# Brief:
Where does the word "args" show up in the data? Please find each such line and copy it.

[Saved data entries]
class TSeries:
    """t^val * sum_{k < len(c)} c_k t^k + O(t^(val + len(c))): a truncated Laurent series in t whose
    coefficients are ring elements (polynomials in the parameters)."""

    __slots__ = ("ring", "val", "c")

    def __init__(self, ring: PolynomialRing, val: int, coeffs: list):
        self.ring, self.val, self.c = ring, val, list(coeffs)

    @property
    def top(self) -> int:
        """Absolute precision: the first power of t not known."""
        return self.val + len(self.c)

    def normalised(self) -> "TSeries":
        """Strip exactly-zero leading coefficients (moving val up)."""
        k = 0
        while k < len(self.c) and self.ring.is_zero(self.c[k]):
            k += 1
        return TSeries(self.ring, self.val + k, self.c[k:])

    def coefficient(self, power: int):
        k = power - self.val
        if k < 0:
            return self.ring.zero
        if k >= len(self.c):
            raise SeriesError(f"coefficient of t^{power} is beyond the precision t^{self.top}")
        return self.c[k]

    def __add__(self, other: "TSeries") -> "TSeries":
        val = min(self.val, other.val)
        top = min(self.top, other.top)
        R = self.ring
        return TSeries(R, val, [self._at(p) + other._at(p) for p in range(val, top)])

    def __neg__(self) -> "TSeries":
        return TSeries(self.ring, self.val, [-x for x in self.c])

    def __sub__(self, other: "TSeries") -> "TSeries":
        return self + (-other)

    def _at(self, power: int):
        k = power - self.val
        return self.c[k] if 0 <= k < len(self.c) else self.ring.zero

    def __mul__(self, other: "TSeries") -> "TSeries":
        a, b = self.normalised(), other.normalised()
        n = min(len(a.c), len(b.c))
        R = a.ring
        out = []
        for m in range(n):
            acc = R.zero
            for k in range(m + 1):
                x, y = a.c[k], b.c[m - k]
                if not (R.is_zero(x) or R.is_zero(y)):
                    acc = acc + x * y
            out.append(acc)
        return TSeries(R, a.val + b.val, out)

    def scale(self, factor) -> "TSeries":
        return TSeries(self.ring, self.val, [x * factor for x in self.c])

    def inverse(self) -> "TSeries":
        a = self.normalised()
        if not a.c:
            raise SpectrumError("division by a series that vanishes to the working precision")
        lead = a.c[0]
        value = _rational_value(a.ring, lead)
        if value is None:
            raise SpectrumError("the leading term of a denominator is not a plain number; "
                                "write the level function so that its most singular part has a numeric coefficient")
        R = a.ring
        inv0 = R.rational(1 / value)
        out = [R.constant(1 / value)]
        for m in range(1, len(a.c)):
            acc = R.zero
            for k in range(1, m + 1):
                acc = acc + a.c[k] * out[m - k]
            out.append(-acc * inv0)
        return TSeries(R, -a.val, out)

    def power(self, e: int) -> "TSeries":
        if e < 0:
            return self.inverse().power(-e)
        result = TSeries(self.ring, 0, [self.ring.one] + [self.ring.zero] * (len(self.normalised().c) - 1))
        base = self
        while e:
            if e & 1:
                result = result * base
            base = base * base
            e >>= 1
        return result

    def dilate(self, l: int) -> "TSeries":
        """f(l t) from f(t)."""
        return TSeries(self.ring, self.val, [x * self.ring.rational(Fraction(l) ** (self.val + k))
                                             for k, x in enumerate(self.c)])

    def shift(self, powers: int) -> "TSeries":
        return TSeries(self.ring, self.val + powers, self.c)


def _rational_value(ring: PolynomialRing, element) -> Fraction | None:
    terms = list(ring.terms(element))
    if len(terms) != 1 or any(terms[0][0]):
        return None
    _, num, den = terms[0]
    return Fraction(num, den)


def exp_of_linear(ring: PolynomialRing, a, precision: int) -> TSeries:
    """e^{-a t} to precision t^precision, a a ring element."""
    out = [ring.one]
    for k in range(1, precision):
        out.append(out[-1] * a * ring.rational(Fraction(-1, k)))
    return TSeries(ring, 0, out)


def series_in_t(expr: sympy.Expr, ring: PolynomialRing, precision: int, what: str) -> TSeries:
    """A sympy expression in x = e^{-t} (and the ring's atoms) as a Laurent series in t, known
    through relative order `precision`. Supports + - * /, integer powers and x^a for any a free of x."""
    extra = precision + 8  # headroom for cancellations in denominators

    def go(e: sympy.Expr) -> TSeries:
        if not e.has(X):
            return TSeries(ring, 0, [ring.from_expr(e)] + [ring.zero] * (extra - 1))
        if e == X:
            return exp_of_linear(ring, ring.one, extra)
        if e.is_Add:
            out = None
            for arg in e.args:
                s = go(arg)
                out = s if out is None else out + s
            return out
        if e.is_Mul:
            out = None
            for arg in e.args:
                s = go(arg)
                out = s if out is None else out * s
            return out
        if e.is_Pow:
            base, exponent = e.args
            if base == X and not exponent.has(X):
                return exp_of_linear(ring, ring.from_expr(exponent), extra)
            if exponent.is_Integer and not exponent.has(X):
                return go(base).power(int(exponent))
            if isinstance(e, sympy.exp) or base == sympy.E:
                pass
        if isinstance(e, sympy.exp):
            arg = sympy.expand(e.args[0])
            coeff = arg.coeff(sympy.log(X))
            if arg == coeff * sympy.log(X) and not coeff.has(X):
                return exp_of_linear(ring, ring.from_expr(coeff), extra)
        raise SpectrumError(f"cannot expand {e} as a series in x = exp(-beta hbar omega): only sums, products, "
                            "integer powers and x^a are understood", what)

    try:
        return go(sympy.sympify(expr)).normalised()
    except ZeroDivisionError:  # pragma: no cover - guarded in inverse
        raise SpectrumError(f"{expr} is singular", what) from None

# Result:
            for arg in e.args:
            for arg in e.args:
            base, exponent = e.args
            arg = sympy.expand(e.args[0])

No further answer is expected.